The only true way of measuring the power consumption is through the current. There are some 3 pins digital meters these days that do that.

----------


## Shadow

> I think the capacity of compressor and power consumption is different. One might refer to the capability of the compressor whereas the other might be how much power the chiller consume..I maybe wrong..


That was my guess

Just went to NA and saw the Artica chiller. Take a snap on the spec written on the artica box. As you can see from the box the supply is 115V and current 2A

[IMG]here the spec at artica box. As you can see from the box, for DBI-050, the supply is 115V and current 2A[/IMG]

----------


## Shadow

> The only true way of measuring the power consumption is through the current. There are some 3 pins digital meters these days that do that.


Yes, you give me your artical and I measure it for you  :Blah:  I wont return it though  :Laughing:

----------


## Goondoo

> Yes, you give me your artical and I measure it for you  I wont return it though


I do not own any Artica....
but you may go measure my Antarctica if you are interested  :Very Happy: 
You need to pay for your way there yourself though.

----------


## StanChung

When it's too good to be true then it probably is. Anyway, there's lots of assumptions. A 1000W chiller does not need to kick in as often as a 300W chiller.
A 50W chiller maybe working 24/7 compared to a higher powered chiller.
Unlike cars, the bigger chiller doesn't need to carry it's own weight and the weight of the larger chassis to support it.

----------


## Ebi

I think the majority here could be right.
Since Power = V x I x Power factor, so for the rated 115V and 2 Amps, Power would be somewhere around 200W-220W, still slightly less than some other makes of simliar capacity. So I guess power consumption, and hence $ savings is minimal, unless it is running 24/7.

The starting current is around 8Amps (someone who had actually measured @ 115V), the 2Amps is only the running current.
So it probably translates to: If frequent start/stop is encountered, then the expected "savings" from the lower running current will not be realised.

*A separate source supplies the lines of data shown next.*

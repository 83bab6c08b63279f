package org.wellwright.viewer.radial;

import java.awt.Graphics2D;
import java.util.Arrays;
import java.util.List;
import java.util.Optional;
import org.openide.util.lookup.ServiceProvider;
import org.wellwright.project.FigureProvider;
import org.wellwright.project.FigureRequest;
import org.wellwright.solver.Problem;
import org.wellwright.viewer.plot.Figures;
import org.wellwright.viewer.plot.Picture;
import org.wellwright.viewer.plot.PlotStyle;
import org.wellwright.viewer.plot.Viewport;
import org.wellwright.viewer.plot.XyPicture;

/** Radial functions of the selected levels. */
@ServiceProvider(service = FigureProvider.class, position = 300)
public final class RadialFigure implements FigureProvider {
    @Override
    public String id() {
        return "radial";
    }

    @Override
    public String title() {
        return "Radial functions";
    }

    @Override
    public int position() {
        return 300;
    }

    @Override
    public List<Variant> variants() {
        return Arrays.stream(RadialQuantity.values())
                .map(RadialQuantity::variant)
                .toList();
    }

    @Override
    public Optional<Problem> missing(FigureRequest request) {
        return Figures.missingState(request);
    }

    @Override
    public void paint(Graphics2D target, int width, int height, FigureRequest request) {
        picture(request).paint(target, width, height, PlotStyle.of(request), Viewport.ALL);
    }

    /** The picture of a request that can be drawn. */
    static Picture picture(FigureRequest request) {
        Figures.require(new RadialFigure(), request);
        RadialQuantity quantity = RadialQuantity.of(request.variant());
        return new XyPicture(RadialPlot.of(request.input(), request.selection(), quantity));
    }
}
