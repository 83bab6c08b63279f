package org.wellwright.solver.potential;

import static org.assertj.core.api.Assertions.assertThat;
import static org.assertj.core.api.Assertions.within;

import java.util.Random;
import java.util.function.UnaryOperator;
import java.util.stream.Stream;
import org.apache.commons.math3.dfp.Dfp;
import org.apache.commons.math3.dfp.DfpField;
import org.apache.commons.math3.dfp.DfpMath;
import org.junit.jupiter.api.Test;
import org.junit.jupiter.params.ParameterizedTest;
import org.junit.jupiter.params.provider.Arguments;
import org.junit.jupiter.params.provider.MethodSource;

/** The reference is the arbitrary-precision arithmetic of Apache Commons Math at 40 digits. */
class IntervalFunctionsTest {
    private static final DfpField FIELD = new DfpField(40);

    private static Dfp expm1(Dfp x) {
        return x.abs().lessThan(FIELD.newDfp(1e-15))
                ? x.add(x.multiply(x).divide(2))
                : DfpMath.exp(x).subtract(1);
    }

    private static Dfp half(Dfp x, int sign) {
        Dfp e = DfpMath.exp(x);
        return e.add(FIELD.getOne().divide(e).multiply(sign)).divide(2);
    }

    static Stream<Arguments> functions() {
        UnaryOperator<Dfp> exp = DfpMath::exp;
        return Stream.of(
                row("exp", -30, 30, exp, IntervalFunctions::exp),
                row("expm1", -3, 3, IntervalFunctionsTest::expm1, IntervalFunctions::expm1),
                row("ln", 1e-3, 30, DfpMath::log, IntervalFunctions::ln),
                row("log1p", -0.9, 5, x -> DfpMath.log(x.add(1)), IntervalFunctions::log1p),
                row("sqrt", 0, 30, Dfp::sqrt, IntervalFunctions::sqrt),
                row("sin", -20, 20, DfpMath::sin, IntervalFunctions::sin),
                row("cos", -20, 20, DfpMath::cos, IntervalFunctions::cos),
                row("tan", -5, 5, DfpMath::tan, IntervalFunctions::tan),
                row("sinh", -5, 5, x -> half(x, -1), IntervalFunctions::sinh),
                row("cosh", -5, 5, x -> half(x, 1), IntervalFunctions::cosh),
                row("tanh", -5, 5, x -> half(x, -1).divide(half(x, 1)), IntervalFunctions::tanh),
                row("asin", -0.99, 0.99, DfpMath::asin, IntervalFunctions::asin),
                row("acos", -0.99, 0.99, DfpMath::acos, IntervalFunctions::acos),
                row("atan", -20, 20, DfpMath::atan, IntervalFunctions::atan),
                row(
                        "x^7",
                        -3,
                        3,
                        x -> x.multiply(x)
                                .multiply(x)
                                .multiply(x)
                                .multiply(x)
                                .multiply(x)
                                .multiply(x),
                        x -> IntervalFunctions.power(x, 7)),
                row("x^-2", 0.1, 3, x -> FIELD.getOne().divide(x.multiply(x)), x -> IntervalFunctions.power(x, -2)),
                row(
                        "x^0.75",
                        0.01,
                        9,
                        x -> x.sqrt().multiply(x.sqrt().sqrt()),
                        x -> IntervalFunctions.power(x, Interval.of(0.75))));
    }

    private static Arguments row(
            String name, double low, double high, UnaryOperator<Dfp> exact, UnaryOperator<Interval> function) {
        return Arguments.of(name, low, high, exact, function);
    }

    @ParameterizedTest(name = "{0}")
    @MethodSource("functions")
    void containsTheExactValueAndIsTight(
            String name, double low, double high, UnaryOperator<Dfp> exact, UnaryOperator<Interval> function) {
        Random random = new Random(7);
        for (int i = 0; i < 400; i++) {
            double x = low + (high - low) * random.nextDouble();
            Interval point = function.apply(Interval.of(x));
            Dfp value = exact.apply(FIELD.newDfp(x));
            assertThat(FIELD.newDfp(point.lower()).greaterThan(value)
                            || FIELD.newDfp(point.upper()).lessThan(value))
                    .as("%s(%s) = %s in %s", name, x, value, point)
                    .isFalse();
            assertThat(point.width()).isLessThanOrEqualTo(20 * Math.ulp(value.toDouble()) + 1e-300);
            Interval wide = function.apply(new Interval(x, Math.min(high, x + random.nextDouble())));
            assertThat(wide.lower() <= point.upper() && wide.upper() >= point.lower())
                    .isTrue();
            double y = wideSample(x, high, random);
            Interval around = function.apply(new Interval(x, y));
            double inside = x + (y - x) * random.nextDouble();
            double sampled = exact.apply(FIELD.newDfp(inside)).toDouble();
            assertThat(sampled).isBetween(Math.nextDown(around.lower()), Math.nextUp(around.upper()));
        }
    }

    private static double wideSample(double x, double high, Random random) {
        return x + (high - x) * random.nextDouble();
    }

    @Test
    void errorFunctionsContainTabulatedValues() {
        // Abramowitz and Stegun (1964), table 7.1.
        assertThat(IntervalFunctions.erf(Interval.of(0.5)).lower()).isCloseTo(0.5204998778, within(5e-11));
        assertThat(IntervalFunctions.erf(Interval.of(1)).upper()).isCloseTo(0.8427007929, within(5e-11));
        assertThat(IntervalFunctions.erf(Interval.of(1)).width()).isBetween(1e-16, 1e-14);
        assertThat(IntervalFunctions.erfc(new Interval(0, 1)).upper()).isGreaterThanOrEqualTo(1);
        assertThat(IntervalFunctions.erf(Interval.ENTIRE)).isEqualTo(new Interval(-1, 1));
    }

    @Test
    void domainsAreCutOrGivenUp() {
        assertThat(IntervalFunctions.ln(new Interval(-1, 1)).lower()).isEqualTo(Double.NEGATIVE_INFINITY);
        assertThat(IntervalFunctions.ln(new Interval(-2, -1))).isEqualTo(Interval.ENTIRE);
        assertThat(IntervalFunctions.sqrt(new Interval(-4, 4)))
                .satisfies(x -> assertThat(x.lower()).isZero());
        assertThat(IntervalFunctions.tan(new Interval(1, 2))).isEqualTo(Interval.ENTIRE);
        assertThat(IntervalFunctions.sin(new Interval(0, 1e9))).isEqualTo(new Interval(-1, 1));
        assertThat(IntervalFunctions.power(new Interval(-1, 2), -1)).isEqualTo(Interval.ENTIRE);
        assertThat(IntervalFunctions.step(new Interval(-1, 1))).isEqualTo(new Interval(0, 1));
    }
}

I have seen an aircon unit (Sanyo) that actually specifys the Cooling Capacity and the Cooling Consumption Power in kW/W.
e.g. here are the specs:
Cooling Capacity = 1.9kW = approx. 6500 Btu
Cooling Cosumption Power = 880W
Cooling Current = 4Amps
Starting Current = 13Amps
Rating Voltage & Frequency = 230V 50Hz
Simplifying, Power Consumption = V x I x pf = 230 x 4 x pf = 880W

So I guess the arctica mini may actually be consuming around 200W and not the 50W. I am not sure what the 50W or 1/15HP indicates. If they are referring to the Cooling Capacity, then it translates to only 170.6 Btu.

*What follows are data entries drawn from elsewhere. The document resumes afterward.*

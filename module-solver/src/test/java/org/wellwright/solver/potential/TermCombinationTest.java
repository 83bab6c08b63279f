package org.wellwright.solver.potential;

import static org.assertj.core.api.Assertions.assertThat;
import static org.assertj.core.api.Assertions.assertThatThrownBy;

import java.util.List;
import java.util.Map;
import java.util.Random;
import org.junit.jupiter.api.Test;

class TermCombinationTest {
    private static final ChannelFacts CHANNEL = ChannelFacts.ofOrbital(0);

    private static TermEvaluator formula(String text, double... values) {
        return FormulaText.parse(text).bind(values, CHANNEL);
    }

    private static TermEvaluator ranged(double[] p) {
        return new RangedTerm(formula("-a/r", p[0]), p[1], p[2], p[3]);
    }

    @Test
    void aRangeIsZeroOutsideAndScaledInside() {
        TermEvaluator v = ranged(new double[] {2, 3, 1, 4});
        assertThat(v.value(0.5)).isZero();
        assertThat(v.value(2)).isEqualTo(-3);
        assertThat(v.value(5)).isZero();
        assertThat(v.parameterCount()).isEqualTo(4);
        assertThat(v.origin()).isEqualTo(OriginBehaviour.FINITE);
        assertThat(v.tail()).isEqualTo(TailBehaviour.ZERO);
        assertThat(v.enclose(5, 6)).isEqualTo(Interval.ZERO);
        assertThat(v.enclose(0.5, 2).contains(0)).isTrue();
        assertThat(v.parameterDerivative(1, 2)).isEqualTo(-1);
        assertThat(v.parameterDerivative(2, 2)).isZero();
    }

    @Test
    void edgesJumpAndMove() {
        List<BreakPoint> points = ranged(new double[] {2, 3, 1, 4}).breakPoints();
        assertThat(points).hasSize(2);
        assertThat(points.get(0).radius()).isEqualTo(1);
        assertThat(points.get(0).jump()).isCloseTo(-6, org.assertj.core.api.Assertions.within(1e-14));
        assertThat(points.get(0).radiusGradient()).containsExactly(0.0, 0.0, 1.0, 0.0);
        assertThat(points.get(1).jump()).isCloseTo(1.5, org.assertj.core.api.Assertions.within(1e-14));
        assertThat(points.get(1).radiusGradient()).containsExactly(0.0, 0.0, 0.0, 1.0);
    }

    @Test
    void anUnrestrictedRangeChangesNothingButTheScale() {
        TermEvaluator inner = formula("-a/r", 2);
        TermEvaluator v = new RangedTerm(inner, 1, 0, Double.POSITIVE_INFINITY);
        assertThat(v.value(0.7)).isEqualTo(inner.value(0.7));
        assertThat(v.breakPoints()).isEmpty();
        assertThat(v.origin()).isEqualTo(inner.origin());
        assertThat(v.tail()).isEqualTo(inner.tail());
        assertThat(v.roundingBound(0.7)).isEqualTo(inner.roundingBound(0.7));
    }

    @Test
    void rangesObeyTheLaws() {
        Random random = new Random(3);
        double[] p = {2, 3, 1, 4};
        EvaluatorLaws.derivativesAgreeWithDifferences(TermCombinationTest::ranged, p, 0.3, 9, 200, random);
        EvaluatorLaws.enclosuresContainSamples(ranged(p), 0.3, 9, 500, 20, random);
        EvaluatorLaws.blocksHaveTheBitsOfSingleValues(ranged(p), 0.3, 9, random);
    }

    private static TermEvaluator sum(double[] p) {
        return PotentialSum.of(
                List.of(formula("-a/r+b*step(r-c)", p[0], p[1], p[2]), formula("d*r", p[3]), formula("1/r^2")));
    }

    @Test
    void aSumHasTheParametersOfItsTermsInOrder() {
        double[] p = {2, 0.5, 1.5, 3};
        TermEvaluator v = sum(p);
        assertThat(v.parameterCount()).isEqualTo(4);
        assertThat(v.value(2)).isEqualTo(-1 + 0.5 + 6 + 0.25);
        assertThat(v.parameterDerivative(3, 2)).isEqualTo(2);
        assertThat(v.breakPoints())
                .singleElement()
                .satisfies(point -> assertThat(point.radiusGradient()).containsExactly(0.0, 0.0, 1.0, 0.0));
        assertThat(v.origin()).isEqualTo(new OriginBehaviour(1, -1, -2, true));
        assertThat(v.tail()).isEqualTo(new TailBehaviour(0, 1, 3, true));
        EvaluatorLaws.derivativesAgreeWithDifferences(TermCombinationTest::sum, p, 0.2, 9, 200, new Random(4));
        EvaluatorLaws.enclosuresContainSamples(v, 0.2, 9, 500, 20, new Random(5));
        EvaluatorLaws.blocksHaveTheBitsOfSingleValues(v, 0.2, 9, new Random(6));
        EvaluatorLaws.behavioursHold(v);
    }

    @Test
    void emptyAndSingleSumsAreWhatTheyShouldBe() {
        TermEvaluator one = formula("r");
        assertThat(PotentialSum.of(List.of(one))).isSameAs(one);
        TermEvaluator none = PotentialSum.of(List.of());
        assertThat(none.value(1)).isZero();
        assertThat(none.enclose(1, 2)).isEqualTo(Interval.ZERO);
        assertThat(none.tail()).isEqualTo(TailBehaviour.ZERO);
    }

    @Test
    void equalTextsMeanEqualBits() {
        assertThat(sum(new double[] {2, 0.5, 1.5, 3}).canonical())
                .isEqualTo(sum(new double[] {2, 0.5, 1.5, 3}).canonical());
        assertThat(sum(new double[] {2, 0.5, 1.5, 3}).canonical())
                .isNotEqualTo(
                        sum(new double[] {2, 0.5, 1.5, 3.0000000000000004}).canonical());
    }

    @Test
    void termRecordsKeepWhatWasTyped() {
        FormulaTerm term = new FormulaTerm(TermFrame.named("core"), "-a/r", Map.of("a", Argument.of(2)));
        assertThat(term.argument("a")).isEqualTo(Argument.of(2));
        assertThat(term.argument("b")).isEqualTo(Argument.named("b"));
        FamilyTerm family = new FamilyTerm(TermFrame.named("core"), "coulomb", Map.of())
                .withArgument("strength", Argument.named("Z"));
        assertThat(family.arguments()).containsEntry("strength", Argument.named("Z"));
        assertThat(family.withFrame(family.frame().withEnabled(false)).frame().enabled())
                .isFalse();
        assertThatThrownBy(() -> new RangedTerm(formula("r"), 1, 3, 2))
                .isInstanceOf(IllegalArgumentException.class)
                .hasMessageContaining("3.0, 2.0");
        assertThat(ChannelFilter.orbitals(1, 2).accepts(ChannelFacts.ofOrbital(1)))
                .isTrue();
        assertThat(ChannelFilter.orbitals(1, 2).accepts(ChannelFacts.ofOrbital(3)))
                .isFalse();
        assertThat(new ChannelFilter(0, 9, List.of(3), List.of()).accepts(new ChannelFacts(1, 3, 1)))
                .isTrue();
        assertThat(new ChannelFilter(0, 9, List.of(3), List.of()).accepts(ChannelFacts.ofOrbital(1)))
                .isFalse();
    }
}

But then again if a refrigerator was used for comparison;
e.g. the Mitsubishi Electric MR-260U (260 litres), which specifys kWh/year @ 431, this would roughly translates to just under 50Wh!!!  :Shocked: ... 
Which makes the Arctica 50W seem not too impossible!!!

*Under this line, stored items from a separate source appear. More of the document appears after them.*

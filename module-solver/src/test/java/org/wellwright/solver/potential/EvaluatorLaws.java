package org.wellwright.solver.potential;

import static org.assertj.core.api.Assertions.assertThat;

import java.util.ArrayList;
import java.util.List;
import java.util.Random;
import java.util.function.DoubleUnaryOperator;
import java.util.function.Function;

/** What every evaluator must obey, whatever computes it. */
public final class EvaluatorLaws {
    private EvaluatorLaws() {}

    /**
     * dV/dr and ∂V/∂p agree with extrapolated central differences to 1e-9 of the largest over 1,000 seeded radii in
     * [low, high], away from break points.
     *
     * @param family evaluators by parameter values
     * @param values where to differentiate
     */
    public static void derivativesAgreeWithDifferences(
            Function<double[], TermEvaluator> family,
            double[] values,
            double low,
            double high,
            int points,
            Random random) {
        TermEvaluator v = family.apply(values);
        for (int j = -1; j < v.parameterCount(); j++) {
            double[] exact = new double[points];
            double[] difference = new double[points];
            double largest = 0;
            for (int i = 0; i < 1_000; i++) {
                double r = low * Math.pow(high / low, random.nextDouble());
                largest = Math.max(largest, Math.abs(j < 0 ? v.slope(r) : v.parameterDerivative(j, r)));
            }
            for (int i = 0; i < points; i++) {
                double r = low * Math.pow(high / low, random.nextDouble());
                if (r < v.walls().inner() || r > v.walls().outer()) {
                    continue;
                }
                double room = Math.min(0.1 * r, 0.4 * distanceToBreak(v, r));
                if (room < 1e-3 * r) {
                    continue;
                }
                exact[i] = j < 0 ? v.slope(r) : v.parameterDerivative(j, r);
                difference[i] =
                        j < 0 ? derivative(v::value, r, room, 7) : parameterDifference(family, values, j, r, room);
            }
            assertThat(largest).isFinite();
            for (int i = 0; i < points; i++) {
                assertThat(exact[i])
                        .as("derivative %d of %s, point %d", j, v.canonical(), i)
                        .isCloseTo(difference[i], org.assertj.core.api.Assertions.within(1e-9 * largest));
            }
        }
    }

    private static double parameterDifference(
            Function<double[], TermEvaluator> family, double[] values, int j, double r, double room) {
        double size = values[j] == 0 ? 1 : Math.abs(values[j]);
        // A moving break point must not reach r.
        double step = 0.05 * size;
        for (BreakPoint point : edges(family.apply(values))) {
            double speed = point.radiusGradient().isEmpty()
                    ? 0
                    : Math.abs(point.radiusGradient().get(j));
            step = speed == 0 ? step : Math.min(step, 0.3 * Math.abs(point.radius() - r) / speed);
        }
        return derivative(
                p -> {
                    double[] changed = values.clone();
                    changed[j] = p;
                    return family.apply(changed).value(r);
                },
                values[j],
                step,
                5);
    }

    /** Break points and walls. */
    private static List<BreakPoint> edges(TermEvaluator v) {
        List<BreakPoint> edges = new ArrayList<>(v.breakPoints());
        HardWalls walls = v.walls();
        if (walls.inner() > 0) {
            edges.add(new BreakPoint(walls.inner(), BreakPoint.Kind.KNOT, 0, walls.innerGradient()));
        }
        if (walls.outer() < Double.POSITIVE_INFINITY) {
            edges.add(new BreakPoint(walls.outer(), BreakPoint.Kind.KNOT, 0, walls.outerGradient()));
        }
        return edges;
    }

    private static double distanceToBreak(TermEvaluator v, double r) {
        double least = Double.POSITIVE_INFINITY;
        for (BreakPoint point : edges(v)) {
            least = Math.min(least, Math.abs(point.radius() - r));
        }
        return least;
    }

    /**
     * Central differences with halved steps, extrapolated (Ridders 1982); the entry with the smallest change is taken.
     */
    public static double derivative(DoubleUnaryOperator f, double x, double step, int n) {
        double[][] table = new double[n][n];
        double best = Double.NaN;
        double error = Double.POSITIVE_INFINITY;
        double h = step;
        for (int i = 0; i < n; i++) {
            double plus = x + h;
            double minus = x - h;
            table[i][0] = (f.applyAsDouble(plus) - f.applyAsDouble(minus)) / (plus - minus);
            for (int k = 1; k <= i; k++) {
                double factor = Math.pow(4, k);
                table[i][k] = (factor * table[i][k - 1] - table[i - 1][k - 1]) / (factor - 1);
                double change =
                        Math.max(Math.abs(table[i][k] - table[i][k - 1]), Math.abs(table[i][k] - table[i - 1][k - 1]));
                if (change <= error) {
                    error = change;
                    best = table[i][k];
                }
            }
            h /= 2;
        }
        return best;
    }

    /** enclose(a, b) contains V at sampled radii of [a, b], for seeded intervals from tiny to half-infinite. */
    public static void enclosuresContainSamples(
            TermEvaluator v, double low, double high, int intervals, int samples, Random random) {
        for (int i = 0; i < intervals; i++) {
            double a = low * Math.pow(high / low, random.nextDouble());
            double b = i % 10 == 0 ? Double.POSITIVE_INFINITY : a * (1 + Math.pow(10, -6 + 7 * random.nextDouble()));
            Interval bounds = v.enclose(a, b);
            for (int k = 0; k < samples; k++) {
                double r = k == 0
                        ? a
                        : b == Double.POSITIVE_INFINITY
                                ? a * Math.pow(10, 4 * random.nextDouble())
                                : a + (b - a) * random.nextDouble();
                double value = v.value(r);
                double allowed = v.roundingBound(r);
                if (Double.isNaN(value) || allowed == Double.POSITIVE_INFINITY) {
                    continue;
                }
                assertThat(value + allowed >= bounds.lower() && value - allowed <= bounds.upper())
                        .as("%s on [%s, %s]: V(%s) = %s in %s", v.canonical(), a, b, r, value, bounds)
                        .isTrue();
            }
        }
    }

    /** values(…) gives the bits of value(…). */
    public static void blocksHaveTheBitsOfSingleValues(TermEvaluator v, double low, double high, Random random) {
        for (int n : new int[] {1, 7, 128, 300}) {
            double[] radii =
                    random.doubles(n).map(x -> low * Math.pow(high / low, x)).toArray();
            double[] into = new double[n];
            v.values(radii, into, n);
            for (int i = 0; i < n; i++) {
                assertThat(Double.doubleToLongBits(into[i]))
                        .as("%s at %s: %s", v.canonical(), radii[i], into[i])
                        .isEqualTo(Double.doubleToLongBits(v.value(radii[i])));
            }
        }
    }

    /** The leading behaviours hold at a very small and a very large radius. */
    public static void behavioursHold(TermEvaluator v) {
        OriginBehaviour origin = v.origin();
        if (origin.known() && (origin.inverseSquare() != 0 || origin.coefficient() != 0)) {
            double r = 1e-8;
            double lead = origin.inverseSquare() / (r * r) + origin.coefficient() * Math.pow(r, origin.power());
            assertThat(v.value(r) / lead)
                    .as("%s near the origin, %s", v.canonical(), origin)
                    .isCloseTo(1, org.assertj.core.api.Assertions.within(1e-3));
        }
        TailBehaviour tail = v.tail();
        List<BreakPoint> breaks = v.breakPoints();
        double far = 1e6 * (breaks.isEmpty() ? 1 : breaks.get(breaks.size() - 1).radius());
        if (tail.known() && !tail.rises() && !tail.falls()) {
            double left = v.value(far) - tail.limit();
            double lead = tail.coefficient() == 0 ? 0 : tail.coefficient() * Math.pow(far, tail.power());
            double allowed = 1e-3 * Math.abs(lead) + 1e-13 * Math.abs(tail.limit()) + v.roundingBound(far) + 1e-280;
            assertThat(Math.abs(left - lead))
                    .as("%s far out, %s: %s", v.canonical(), tail, left)
                    .isLessThanOrEqualTo(allowed);
        } else if (tail.known()) {
            double near = v.value(far / 10);
            double gain = v.value(far) == near ? near : v.value(far) - near; // both may overflow
            assertThat(gain > 0).as("%s far out, %s", v.canonical(), tail).isEqualTo(tail.rises());
        }
    }
}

Now I am even more confused...  :Confused:   :Confused:   :Huh?:

----------


## Shadow

alamak from online converter 1 watt = 0.00134102209 horsepower

50W = 1/15 hp and 75W = 1/10 hp .... haha...now it is clear

----------


## StanChung

I thought you knew that? :Knockout:

----------


## Shadow

now I did not, I just feel strange that Artica 1/10 consume only 75W where other brand around 300W. I was guessing that it was not correct because the current stated on the box is way too much for 75W. At this point all my reply only guess until I try to conver this 50W to hp and btu. The artica web site is miss leading although thecnically they are not wrong.

----------


## StanChung

So meaning you still dispute this 50-75W rating?

----------


## Shadow

not for me

----------


## StanChung

So the artica chillers are super efficient compared to Resun/Hailea etc?

----------


## Shadow

nope, the same

----------


## williamng

That 50W is just the cooling capacity, not the power consumption. Based on what Robert mention, it just tell u it is a 1/10 HP chiller. That's all

----------


## Shadow

Stan know, he is just pulling my leg  :Razz:

----------


## StanChung

LOL, I was pretty confused and excited at the same time. That I was really on the verge of discovering a secret of saving a heap on electricity bills. No such luck.  :Razz:

----------


## williamng

Seriously I hope so but competitors are usually very close to one another in terms of technology. 6 times power savings is pretty unlikely.

----------


## mobile2007

Actually, in the industry, traditionally the motor, engines, generator, compressors, mechanical devices/torque are always rated in term of horsepower. 

1 horspower == 745 watts

So, for the artica mini, there is nothing wrong to rate their chiller in term of the compressor horsepower. As the cooling power highly depends on the power of the compressor motor.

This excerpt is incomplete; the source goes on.